The pursuit ended behind a home on Burton Street. The driver fled on foot as Deputy Lane subdued the passengers. He collapsed after handcuffing one of the suspects.

The driver of the vehicle who fled from Deputy Lane was arrested a short time later and charged with involuntary manslaughter in connection with Deputy Lane's death.

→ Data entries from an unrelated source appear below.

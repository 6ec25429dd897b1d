using UnitsNet;
using static FiberScope.Filtration.Tests.Media;

namespace FiberScope.Filtration.Tests;

/// <summary>Uneven layers, holes, gaps, charge and straining, against closed forms of our own derivation or published values.</summary>
public sealed class PassageTests
{
    private static readonly MediaLayer Mat = Layer(3e-6, 0.1, 3e-4);

    // For a gamma-distributed weight the mean of 1/w is 1/(1 − c²): places at equal pressure drop carry that much more.
    [Theory]
    [InlineData(0.1)]
    [InlineData(0.3)]
    [InlineData(0.5)]
    public void Unevenness_lowers_resistance_by_the_square_of_its_variation(double variation) => Assert.Equal(
        (1 - (variation * variation)) * MediaModel.Forecast([Mat], At(0.05)).PressureDrop.Pascals,
        MediaModel.Forecast([Mat with { BasisWeightVariation = variation }], At(0.05)).PressureDrop.Pascals,
        1e-6);

    // Where capture does not care about velocity, the mean over the air of exp(−K w) is (1 + c² K)^−(1/c² − 1). Pure interception in the
    // set without slip and inertia is such a case.
    [Theory]
    [InlineData(0.15)]
    [InlineData(0.3)]
    [InlineData(0.5)]
    public void Uneven_penetration_meets_its_closed_form(double variation)
    {
        var point = At(0.3, 2e-6) with { Air = new AirState(Temperature.FromKelvins(10), Pressure.FromPascals(101_325), 0) };
        var even = MediaModel.Forecast([Mat], point, By(CorrelationSet.LeeLiu1982)).MinusLogP();
        var uneven = MediaModel.Forecast([Mat with { BasisWeightVariation = variation }], point, By(CorrelationSet.LeeLiu1982)).Curve[0].Penetration;
        var square = variation * variation;
        Assert.Equal(Math.Pow(1 + (square * even), 1 - (1 / square)), uneven, 0.02 * uneven);
    }

    [Fact]
    public void Bonds_that_close_a_fifth_of_the_area_raise_resistance_by_a_quarter() => Assert.Equal(
        1.25 * MediaModel.Forecast([Mat], At(0.05)).PressureDrop.Pascals,
        MediaModel.Forecast([Mat with { BondedArea = 0.2 }], At(0.05)).PressureDrop.Pascals,
        1e-9);

    // 100 cm² of medium that takes 120 Pa at 5.3 cm/s, one hole through 0.4 mm: independent calculation of this project.
    [Theory]
    [InlineData(50e-6, 4.4e-6)]
    [InlineData(100e-6, 5.9e-5)]
    [InlineData(200e-6, 4.8e-4)]
    [InlineData(500e-6, 4.0e-3)]
    public void One_hole_takes_the_share_of_the_air_that_an_independent_calculation_gives(double hole, double share)
    {
        var medium = Layer(3e-6, 0.1, 4e-4);
        var plain = MediaModel.PressureDropAt([medium], At(0.053), Speed.FromMetersPerSecond(0.053)).Pascals;
        var scaled = medium with { InhomogeneityFactor = EffectiveDiameter.Inhomogeneity(medium, At(0.053), Pressure.FromPascals(120)) };
        Assert.NotEqual(120, plain, 1.0);
        var forecast = MediaModel.Forecast([scaled with { Holes = [Pinholes.Counted(1, Length.FromMeters(hole), Area.FromSquareCentimeters(100))] }], At(0.053, 3e-7));
        Assert.Equal(120, forecast.PressureDrop.Pascals, 1.0);
        Assert.Equal(share, forecast.HoleShares[0], 0.03 * share);
    }

    [Fact]
    public void A_cloth_that_is_mostly_holes_lets_nearly_all_through()
    {
        var cloth = Layer(15e-6, 0.3, 3e-4) with { Holes = [new Pinholes(Length.FromMicrometers(150), 0.1)] };
        var forecast = MediaModel.Forecast([cloth], At(0.05, 3e-6));
        Assert.True(forecast.HoleShares[0] > 0.5);
        Assert.True(forecast.Curve[0].Penetration > forecast.HoleShares[0]);
    }

    [Fact]
    public void A_gap_at_the_edge_lets_at_least_its_own_share_through()
    {
        var leak = new EdgeLeak(Length.FromMillimeters(0.3), Length.FromCentimeters(5), Length.FromMillimeters(10), Area.FromSquareCentimeters(100));
        var forecast = MediaModel.Forecast([Mat], At(0.05, 3e-6) with { Leak = leak });
        Assert.InRange(forecast.EdgeLeakShare, 1e-3, 0.9);
        Assert.True(forecast.Curve[0].Penetration >= forecast.EdgeLeakShare);
    }

    [Fact]
    public void The_leak_that_halves_protection_doubles_penetration() =>
        Assert.Equal(0.02, Leakage.Total(0.01, Leakage.HalvingShare(0.01)), 1e-12);

    [Fact]
    public void Charge_lowers_penetration_and_moves_the_most_penetrating_size_below_100_nm()
    {
        var charged = Mat with { Charge = new FibreCharge(ElectricSurfaceChargeDensity.FromCoulombsPerSquareMeter(5e-5)) };
        var plain = MediaModel.Forecast([Mat], At(0.05, 3e-7));
        var electret = MediaModel.Forecast([charged], At(0.05, 3e-7));
        Assert.True(electret.Curve[0].Penetration < 0.5 * plain.Curve[0].Penetration);
        Assert.True(electret.MostPenetratingSize!.Value.Nanometers < 100);
        Assert.Equal(plain.PressureDrop, electret.PressureDrop);
    }

    [Fact]
    public void Charged_particles_are_caught_better_than_neutral_ones()
    {
        var charged = Mat with { Charge = new FibreCharge(ElectricSurfaceChargeDensity.FromCoulombsPerSquareMeter(2e-5)) };
        var point = At(0.05, 1e-7);
        Assert.True(MediaModel.Forecast([charged], point).Curve[0].Penetration < MediaModel.Forecast([charged], point with { Charging = ParticleCharging.Neutral }).Curve[0].Penetration);
    }

    // Wiedensohler (1988) gives about 5.1 % and 4.1 % singly charged at 10 nm (from memory); the two signs together here.
    [Fact]
    public void One_particle_in_eleven_of_10_nm_carries_a_charge() =>
        Assert.Equal(0.092, EquilibriumCharge.Shares(Length.FromNanometers(10), Temperature.FromKelvins(293.15))[1], 0.002);

    [Fact]
    public void Openings_smaller_than_the_particle_stop_it()
    {
        var strained = Mat with { Openings = new MatOpenings(Length.FromMicrometers(1), 1.3) };
        var forecast = MediaModel.Forecast([strained], At(0.05, 1e-7, 5e-6));
        Assert.Equal(MediaModel.Forecast([Mat], At(0.05, 1e-7)).Curve[0].Penetration, forecast.Curve[0].Penetration, 1e-4);
        Assert.True(forecast.Curve[1].ByMechanism["straining"] > 0);
    }

    [Fact]
    public void Particles_settle_with_the_air_and_against_it()
    {
        double P(FlowDirection direction) => MediaModel.Forecast([Layer(2e-5, 0.05, 2e-4)], At(0.01, 4e-6) with { Direction = direction }).Curve[0].Penetration;
        Assert.True(P(FlowDirection.Down) < P(FlowDirection.Horizontal));
        Assert.True(P(FlowDirection.Horizontal) < P(FlowDirection.Up));
    }
}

*End of Watch:* Friday, December 14, 2007

*S.C. deputy suffers heart attack following chase*

By Associated Press
COLUMBIA, S.C. - A sheriff's deputy collapsed and died from a heart attack after a car chase early Friday near downtown Columbia and authorities were searching for the driver who fled.
An autopsy showed that Deputy Darral Lane, 41, died from a heart attack, Sheriff Leon Lott said. Lane had wrestled the two passengers in the car to the ground and got one into handcuffs.
"You see him stand up and grab a hold of his thigh. He falls to his knees and then he falls to the ground," Lott said.
The two passengers, who were picked up by other deputies, will not be charged in the case, Lott said. The driver, 34-year-old Matthew Denny Hooks, was still being sought by deputies Friday afternoon. He has been charged with failing to stop for a blue light.
Lane was a retired Army veteran, who apparently had a heart condition that he may have been unaware of, Lott said.
Lane stopped Hooks' Acura after noticing some suspicious activity at a convenience store about 5:30 a.m. near Interstate 20, sheriff's Lt. Chris Cowan said.
The car sped off, stopping behind a house after about two miles.
Three people jumped out of the car and the driver fled into a nearby wooded area as the deputy tried to apprehend the other two men, he said.
The man initially put in handcuffs attempted to help the deputy after he collapsed, Lott said. The people who lived in the home where the car stopped called 911 after seeing the lights.
Cowan said the tags on Hooks' Acura appeared to belong to a vehicle stolen from Lexington County, but Lott said there was no evidence of any crime at the convenience store before the traffic stop.
Columbia police and the South Carolina Highway Patrol were assisting in the search of an area of roughly two square miles.
The name of the officer who died was not immediately released. Sheriff Leon Lott planned to hold a news conference later Friday, Cowan said.
Columbia police and the South Carolina Highway Patrol were assisting in the search of an area of roughly two square miles.


----------